- Origin: Kyiv, Ukraine
- Genres: Dark wave; Ukrainian folk; avant-prog;
- Years active: 1988–1993
- Labels: Koka Records
- Members: Svitlana Nianio; Tamila Mazur; Jevhen Taran; Oleksandr Kochanovskyj;

= Cukor Bila Smerť =

Ukrainian avant-garde musical group

Cukor Bila Smerť (Цукор — біла смерть /uk/, lit. 'Sugar — White Death') was a Ukrainian dark wave band formed in Kyiv, Ukraine. The band was active from 1988, until its dissolution in 1993. It was one of the first bands that initiated the creation of the Novaya Scena ("new scene") in Ukraine, which was also called the "ethno-gothic" scene for its style drawing on dark wave. They are considered to be one of the most prominent musical projects of the Ukrainian underground, drawing in a Western online cult following in the 2010s and onwards.

== History ==
After Svitlana Nianio had graduated from music school with a degree in piano, she began composing music. At first, she played with cellist Tamila Mazur. In 1988, they formed Cukor Bila Smerť ("Sugar - White Death") with guitarist Jevhen Taran and pianist Oleksandr Kochanovskyj.
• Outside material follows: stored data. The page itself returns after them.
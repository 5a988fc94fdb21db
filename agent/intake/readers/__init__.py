"""One reader per inbox format, and :func:`featurise`, the pipeline's entry point.

Each reader parses **bytes** (the pipeline has already opened the file safely
and capped its size; nothing here opens a path), validates against the policy
and either returns an :class:`~agent.intake.item.ItemResult` or raises
:class:`~agent.errors.RejectedInput` with a stable reason code.  The formats
and codes are the contract in ``docs/inbox-formats.md``.
"""

from __future__ import annotations

from ..item import SUFFIXES, ItemResult, classify, suffix_of
from ._common import reject

_KIND_OF_SUFFIX = dict(SUFFIXES)


def featurise(path, data: bytes, policy, *, now: float | None = None) -> ItemResult:
    """Read, validate and featurise one raw file.

    Parameters
    ----------
    path : str or path-like
        The file's name or path, used only for its suffix, the timestamp in an
        audio file's name, and error messages.  It is never opened.
    data : bytes
        The file's complete contents.
    policy : agent.policy.Policy
        The enrolled policy (sampling schedule, intake limits, emotions).
    now : float, optional
        Unix seconds used for the "not in the future" check; defaults to the
        current time.  The demo's backfill passes its simulated clock.

    Returns
    -------
    ItemResult

    Raises
    ------
    agent.errors.RejectedInput
        With ``reason`` one of the codes in ``docs/inbox-formats.md``.
    """
    if not isinstance(data, (bytes, bytearray, memoryview)):
        raise TypeError(f"data must be bytes, got {type(data).__name__}")
    data = bytes(data)
    suffix = suffix_of(path)
    kind = _KIND_OF_SUFFIX.get(suffix) if suffix is not None else None
    if kind is None:
        reject(path, "unknown_format",
               "unrecognised file name suffix; expected .wav .flac .ogg .gpx .nmea .gps.csv "
               ".accel.csv .accel.wav .mood.csv or .mood.json")
    if len(data) == 0:
        reject(path, "empty", "zero-byte file")
    cap = int(policy.intake.max_file_bytes)
    if len(data) > cap:
        reject(path, "too_large", f"{len(data)} bytes exceeds intake.max_file_bytes = {cap}")
    if kind == "audio":
        from .audio import read_audio
        from ..features import audio_features

        clip = read_audio(path, data, policy, now=now)
        return audio_features(clip, policy)
    if kind == "accel":
        from .accel import read_accel, read_accel_wav
        from ..features import accel_features

        read = read_accel_wav if suffix == ".accel.wav" else read_accel
        return accel_features(read(path, data, policy, now=now), policy)
    if kind == "gps":
        from .gps import read_gps

        return read_gps(path, data, policy, suffix=suffix, now=now)
    from .mood import read_mood

    return read_mood(path, data, policy, suffix=suffix, now=now)


__all__ = ["featurise", "classify", "ItemResult"]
The band is particularly notable for their use of high-pitched female vocals, non-sensical lyrics, and instrumental-gothic performance, which significantly differed from the Ukrainian music of their time.

In the same year as their formation, they released their debut album, Rododendrony Karalovi Aspydy. A year after, in 1989, two more albums were released: a compilation Novye Nezhenki and a studio album Lilei I Amarillisy.
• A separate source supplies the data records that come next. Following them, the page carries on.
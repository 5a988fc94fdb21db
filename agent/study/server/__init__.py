"""The study server: receives enrolments, bundles and withdrawal certificates over HTTPS.

``store``      the database (SQLAlchemy Core; SQLite WAL by default, PostgreSQL by URL)
``tls``        the server certificate: ``--self-signed`` generation and the pin agents check
``intake``     the verification every upload goes through (the same checks as ``lethe study open``)
``app``        the Starlette application: the API (``/v1/...``) and the researcher's dashboard
``run``        serving it with uvicorn

The API is a contract: ``docs/server.md``.
"""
In 1991, in collaboration with Ukrainian musician Ivan Samshyt, a more industrial-sounding album called Samshit Ne Sahar was released.
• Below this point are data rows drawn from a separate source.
"""Accelerometry bursts: ``*.accel.csv`` parsed in one vectorised pass.

Format (``docs/inbox-formats.md``)::

    # unit=g rate_hz=10
    time,x,y,z
    1793800800.000,0.012,-0.031,0.998
    ...

The body is read by :func:`~agent.intake.readers.plaincsv.parse_plain`, a
vectorised reader for plain decimals that returns exactly what :func:`float`
gives; a body it does not handle (an exponent, a carriage return, ...) goes to
:func:`numpy.loadtxt`, which also words the errors (see ``docs/features.md``).  Values in m/s²
are converted to g with standard gravity g_n = 9.80665 m/s² (3rd CGPM, 1901).
"""

from __future__ import annotations

import io
import struct
import warnings as _warnings
from dataclasses import dataclass, field

import numpy as np

from ._common import now_or, plausible_time, reject, stamp_from_name
from .plaincsv import parse_plain

STANDARD_GRAVITY = 9.80665  # m/s², 3rd CGPM (1901)
UNITS = {"g": 1.0, "m/s^2": 1.0 / STANDARD_GRAVITY}
# A sensor that includes gravity reads about 1 g at rest; a median magnitude far
# from that means the declared unit is wrong (m/s² labelled g reads ~9.8).
MAGNITUDE_RANGE_G = (0.3, 3.0)
# Bodies at least this long go to the vectorised plain-decimal reader (measured
# break-even with numpy.loadtxt, by CPU time, near 30 KB or 800 rows; docs/features.md).
PLAIN_MIN_BYTES = 32 * 1024
# An interval longer than this many nominal sample periods is a gap.
GAP_FACTOR = 2.0


@dataclass
class AccelRecord:
    path: str
    t: np.ndarray          # Unix seconds, strictly increasing
    xyz_g: np.ndarray      # (n, 3) in g
    rate_hz: float         # measured: 1 / median interval
    warnings: list[str] = field(default_factory=list)
    dropped: dict[str, int] = field(default_factory=dict)
    mag_g: np.ndarray | None = None   # vector magnitude, if already computed


def parse_unit_line(path, line: bytes) -> tuple[float, float | None]:
    """``(scale to g, declared rate or None)`` from ``# unit=… [rate_hz=…]``."""
    s = line.decode("utf-8", "replace").strip()
    if not s.startswith("#"):
        reject(path, "bad_unit", "the first line must declare the unit: '# unit=g' or '# unit=m/s^2'")
    opts = {}
    for tok in s[1:].split():
        k, eq, v = tok.partition("=")
        if eq:
            opts[k.strip().lower()] = v.strip()
    unit = opts.get("unit")
    if unit not in UNITS:
        reject(path, "bad_unit", "unit must be 'g' or 'm/s^2'"
               + (" (none declared)" if unit is None else ""))
    rate = None
    if "rate_hz" in opts:
        try:
            rate = float(opts["rate_hz"])
        except ValueError:
            rate = float("nan")
        if not (np.isfinite(rate) and rate > 0):
            reject(path, "bad_rate", "rate_hz must be a positive number")
    return UNITS[unit], rate


def _loadtxt(path, body: bytes, *, first_line: int = 3) -> np.ndarray:
    """The general parser: any number form :func:`float` accepts; words the errors.

    ``first_line`` is the file line number of the body's first line (after the
    unit and header lines), so an error names the line a person would open.
    """
    try:
        with _warnings.catch_warnings():
            _warnings.simplefilter("ignore", UserWarning)  # "input contained no data"
            arr = np.loadtxt(io.BytesIO(body), delimiter=",", dtype=np.float64, ndmin=2,
                             comments=None)
    except ValueError:
        reject(path, "bad_value", _first_bad_line(body, first_line) or "a row is not four numbers")
    if arr.shape[0] >= 2:  # fewer is too_short, checked first by the caller
        if arr.shape[1] != 4:
            reject(path, "bad_value",
                   _first_bad_line(body, first_line) or f"rows have {arr.shape[1]} values, expected 4 (time,x,y,z)")
        if not np.isfinite(arr).all():
            reject(path, "bad_value", _first_bad_line(body, first_line) or "a value is NaN or infinite")
    return arr


_COLUMNS = ("time", "x", "y", "z")


def _first_bad_line(body: bytes, first_line: int) -> str | None:
    """Where and why the first line that is not four finite numbers fails, without its content.

    Only on the error path: one :func:`float` per field, lines split as
    :func:`numpy.loadtxt` splits them (``\n``, ``\r\n`` or ``\r``), blank lines
    skipped as it skips them.
    """
    for i, line in enumerate(body.splitlines()):
        if not line.strip():
            continue
        fields = line.split(b",")
        where = f"line {first_line + i}"
        if len(fields) != len(_COLUMNS):
            return f"{where} has {len(fields)} values, expected 4 (time,x,y,z)"
        for name, f in zip(_COLUMNS, fields, strict=True):
            try:
                v = float(f)
            except ValueError:
                return f"{where}: the {name} value is not a number"
            if b"_" in f:
                return f"{where}: the {name} value is not a plain number (underscore)"
            if not np.isfinite(v):
                return f"{where}: the {name} value is NaN or infinite"
    return None


def read_accel(path, data: bytes, policy, *, now: float | None = None) -> AccelRecord:
    """Parse and validate one burst."""
    now = now_or(now)
    if data.startswith(b"\xef\xbb\xbf"):
        data = data[3:]  # a UTF-8 byte-order mark some editors add
    # The two first lines are found, not split off: the body is read in place.
    unit_end = data.find(b"\n")
    header_end = data.find(b"\n", unit_end + 1) if unit_end >= 0 else -1
    if header_end < 0:
        reject(path, "too_short", "expected a unit line, a header line and samples")
    scale, declared = parse_unit_line(path, data[:unit_end])
    header_line = data[unit_end + 1:header_end].decode("utf-8", "replace")
    header = tuple(h.strip().lower() for h in header_line.strip().split(","))
    if header != ("time", "x", "y", "z"):
        reject(path, "bad_header", "expected the header 'time,x,y,z'")
    # Plain decimals are always finite and four to a row; anything else goes to loadtxt,
    # as do short bodies, where loadtxt's single C call is the faster (docs/features.md).
    body_start = header_end + 1
    arr = parse_plain(data, 4, start=body_start) if len(data) - body_start >= PLAIN_MIN_BYTES else None
    if arr is None:
        arr = _loadtxt(path, data[body_start:])
    if arr.shape[0] < 2:
        reject(path, "too_short", f"{arr.shape[0]} sample(s); at least two are needed")
    t = arr[:, 0]
    dt = t[1:] - t[:-1]   # np.diff, without its Python-level overhead
    if not (dt > 0).all():
        reject(path, "bad_timestamp", "times are not strictly increasing")
    for edge in (t[0], t[-1]):
        why = plausible_time(float(edge), now)
        if why:
            reject(path, "bad_timestamp", f"a sample time is {why}")
    rate = 1.0 / _median(dt)
    _check_rate(path, policy, declared=declared, measured=rate)
    xyz = arr[:, 1:4] * scale if scale != 1.0 else arr[:, 1:4]   # a view: no copy of the samples
    mag = _checked_magnitude(path, xyz)
    warnings, dropped = [], {}
    want = float(policy.schedule.accel_rate_hz)
    gaps = dt > GAP_FACTOR / want
    if gaps.any():
        n_gaps = int(gaps.sum())
        lost = float(np.sum(dt[gaps] - 1.0 / want))
        dropped["gap"] = n_gaps
        warnings.append(f"{n_gaps} gap(s) in the samples, about {lost:.1f} s missing")
    return AccelRecord(path=str(path), t=t, xyz_g=xyz, rate_hz=rate,
                       warnings=warnings, dropped=dropped, mag_g=mag)


def _median(x: np.ndarray) -> float:
    """``float(np.median(x))`` of a non-empty 1-d array, by partition (without np.median's overhead)."""
    n = x.size
    k = n // 2
    if n % 2:
        return float(np.partition(x, k)[k])
    p = np.partition(x, (k - 1, k))
    return float((p[k - 1] + p[k]) / 2.0)


def _check_rate(path, policy, *, declared: float | None, measured: float) -> None:
    want = float(policy.schedule.accel_rate_hz)
    tol = float(policy.intake.accel_rate_tolerance)
    for label, r in (("declared", declared), ("measured", measured)):
        if r is not None and abs(r - want) > tol * want:
            reject(path, "bad_rate",
                   f"{label} rate {r:.3g} Hz is outside schedule.accel_rate_hz = {want:g} Hz "
                   f"± {tol:.0%} (intake.accel_rate_tolerance)")


def median_within(x: np.ndarray, lo: float, hi: float) -> bool:
    """``lo <= float(np.median(x)) <= hi`` for a non-empty 1-d array without NaN, by counting.

    The median averages the order statistics ``(n - 1) // 2`` and ``n // 2``
    (one and the same for odd ``n``).  Both are at least ``lo`` exactly when
    at most ``(n - 1) // 2`` values are below ``lo``, and both at most ``hi``
    exactly when at most ``n - 1 - n // 2`` values are above ``hi``; if both
    hold, so does the median (the mean of two numbers in ``[lo, hi]``).  Only
    when a count fails is the median computed, because two order statistics on
    either side of a limit can still average inside it.  Two counting passes
    instead of a partition: about a tenth of the time on a 6-hour burst
    (tested against :func:`numpy.median`).
    """
    n = x.size
    if np.count_nonzero(x < lo) <= (n - 1) // 2 and np.count_nonzero(x > hi) <= n - 1 - n // 2:
        return True
    return lo <= _median(x) <= hi


def _checked_magnitude(path, xyz_g: np.ndarray) -> np.ndarray:
    """Vector magnitude in g; ``bad_unit`` when its median is not what gravity reads."""
    mag = np.sqrt(np.einsum("ij,ij->i", xyz_g, xyz_g))
    lo, hi = MAGNITUDE_RANGE_G
    if not median_within(mag, lo, hi):
        reject(path, "bad_unit",
               f"the median magnitude is not within {lo:g}–{hi:g} g, as a device sensing "
               "gravity reads; is the declared unit right?")
    return mag


# ---------------------------------------------------------------------------
# The binary burst: *.accel.wav (docs/inbox-formats.md)
# ---------------------------------------------------------------------------
WAVE_FORMAT_IEEE_FLOAT = 0x0003     # Microsoft, "Multimedia Programming Interface and Data Specifications 1.0"
WAVE_FORMAT_EXTENSIBLE = 0xFFFE     # Microsoft, WAVEFORMATEXTENSIBLE
# KSDATAFORMAT_SUBTYPE_IEEE_FLOAT, 00000003-0000-0010-8000-00aa00389b71, as stored (mixed-endian GUID).
_SUBTYPE_IEEE_FLOAT = bytes.fromhex("0300000000001000800000aa00389b71")
WAV_CHANNELS = 3                    # x, y, z
_WAV_FORMAT_HELP = "expected a RIFF/WAVE file of 32-bit IEEE float samples in 3 channels (x, y, z in g)"


def read_accel_wav(path, data: bytes, policy, *, now: float | None = None) -> AccelRecord:
    """Read and validate one binary burst: WAV, 32-bit float, 3 channels (x, y, z) in g.

    The WAV sample rate is the recording rate; the start time is the UTC stamp
    ``YYYYMMDDTHHMMSSZ`` in the file name, as for audio snippets; sample ``i``
    was taken at ``start + i / rate``.  The samples are read in place with
    :func:`numpy.frombuffer`: no text to parse.
    """
    now = now_or(now)
    if len(data) < 12 or data[:4] != b"RIFF" or data[8:12] != b"WAVE":
        reject(path, "bad_header", _WAV_FORMAT_HELP)
    fmt = None
    body = size = None
    pos = 12
    while pos + 8 <= len(data):
        cid = data[pos:pos + 4]
        (csize,) = struct.unpack_from("<I", data, pos + 4)
        start = pos + 8
        if cid == b"fmt ":
            if csize < 16 or start + csize > len(data):
                reject(path, "bad_header", "the WAV fmt chunk is cut short")
            fmt = struct.unpack_from("<HHIIHH", data, start)
            if fmt[0] == WAVE_FORMAT_EXTENSIBLE and (csize < 40 or data[start + 24:start + 40] != _SUBTYPE_IEEE_FLOAT):
                reject(path, "bad_header", _WAV_FORMAT_HELP)
        elif cid == b"data":
            body, size = start, csize
            break
        pos = start + csize + (csize & 1)   # chunks are padded to even length
    if fmt is None or body is None or size is None:
        reject(path, "bad_header", "the WAV has no fmt chunk before its data chunk")
    tag, channels, rate_hz, _, block_align, bits = fmt
    if tag not in (WAVE_FORMAT_IEEE_FLOAT, WAVE_FORMAT_EXTENSIBLE) or bits != 32 or channels != WAV_CHANNELS \
            or block_align != 4 * WAV_CHANNELS:
        reject(path, "bad_header", _WAV_FORMAT_HELP)
    if rate_hz <= 0:
        reject(path, "bad_rate", "the WAV sample rate is zero")
    if size in (0, 0xFFFFFFFF) or size > len(data) - body:
        reject(path, "truncated", f"the WAV data chunk claims {size} bytes but {len(data) - body} are present")
    n = size // block_align
    if n < 2:
        reject(path, "too_short", f"{n} sample(s); at least two are needed")
    xyz = np.frombuffer(data, dtype="<f4", count=n * WAV_CHANNELS, offset=body).reshape(n, WAV_CHANNELS)
    if not np.isfinite(xyz).all():
        reject(path, "bad_value", "a value is NaN or infinite")
    t0 = stamp_from_name(path)
    if t0 is None:
        reject(path, "bad_timestamp", "the file name carries no start time YYYYMMDDTHHMMSSZ")
    rate = float(rate_hz)
    t = t0 + np.arange(n) / rate
    for edge in (t[0], t[-1]):
        why = plausible_time(float(edge), now)
        if why:
            reject(path, "bad_timestamp", f"a sample time is {why}")
    _check_rate(path, policy, declared=None, measured=rate)
    xyz = xyz.astype(np.float64)
    mag = _checked_magnitude(path, xyz)
    return AccelRecord(path=str(path), t=t, xyz_g=xyz, rate_hz=rate, mag_g=mag)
At that time, alternative bands were not able to make professional recordings in Ukraine and like other well-known Ukrainian bands, they recorded on the Polish label Koka Records. Two albums are available on this label: Manirna Muzyka (1991) and Selo (1993).

According to another prominent Ukrainian underground musician, Ihor Cymbrovskyj, who also recorded for Koka Records, the band has fans in Poland, where there are more listeners of such music than in Ukraine; in particular, Polish experimental band Księżyc have repeatedly stated that they were inspired by the works of Svitlana Nianio.

The collective disbanded in 1993, after which, former members continued to release solo records. The Ukrainian label Shukai released a digitally remastered compilation of selections from their discography, Recordings 1990—1993, in 2024.

== Discography ==

=== Studio Albums ===

- Rododendrony Karalovi Aspydy (1988)
- Lilei I Amarillisy (1989)
- Manirna Muzyka (1991)
- Selo (1993)

=== Collaborations ===

- Samshit Ne Sahar (with Ivan Samshyt; 1991)

=== Compilations ===

- Novye Nezhenki (1989)
- Recordings 1990—1993 (2024)

== Sources ==

- Цукор тільки на експорт // «Moloda Hvardija» (Kyiv). 15 May 1991. (№ 134).
- Oleksander Jevtushenko. Колізей чекає! // «Moloda Hvardija» (Kyiv). — 3 October 1990. (№117).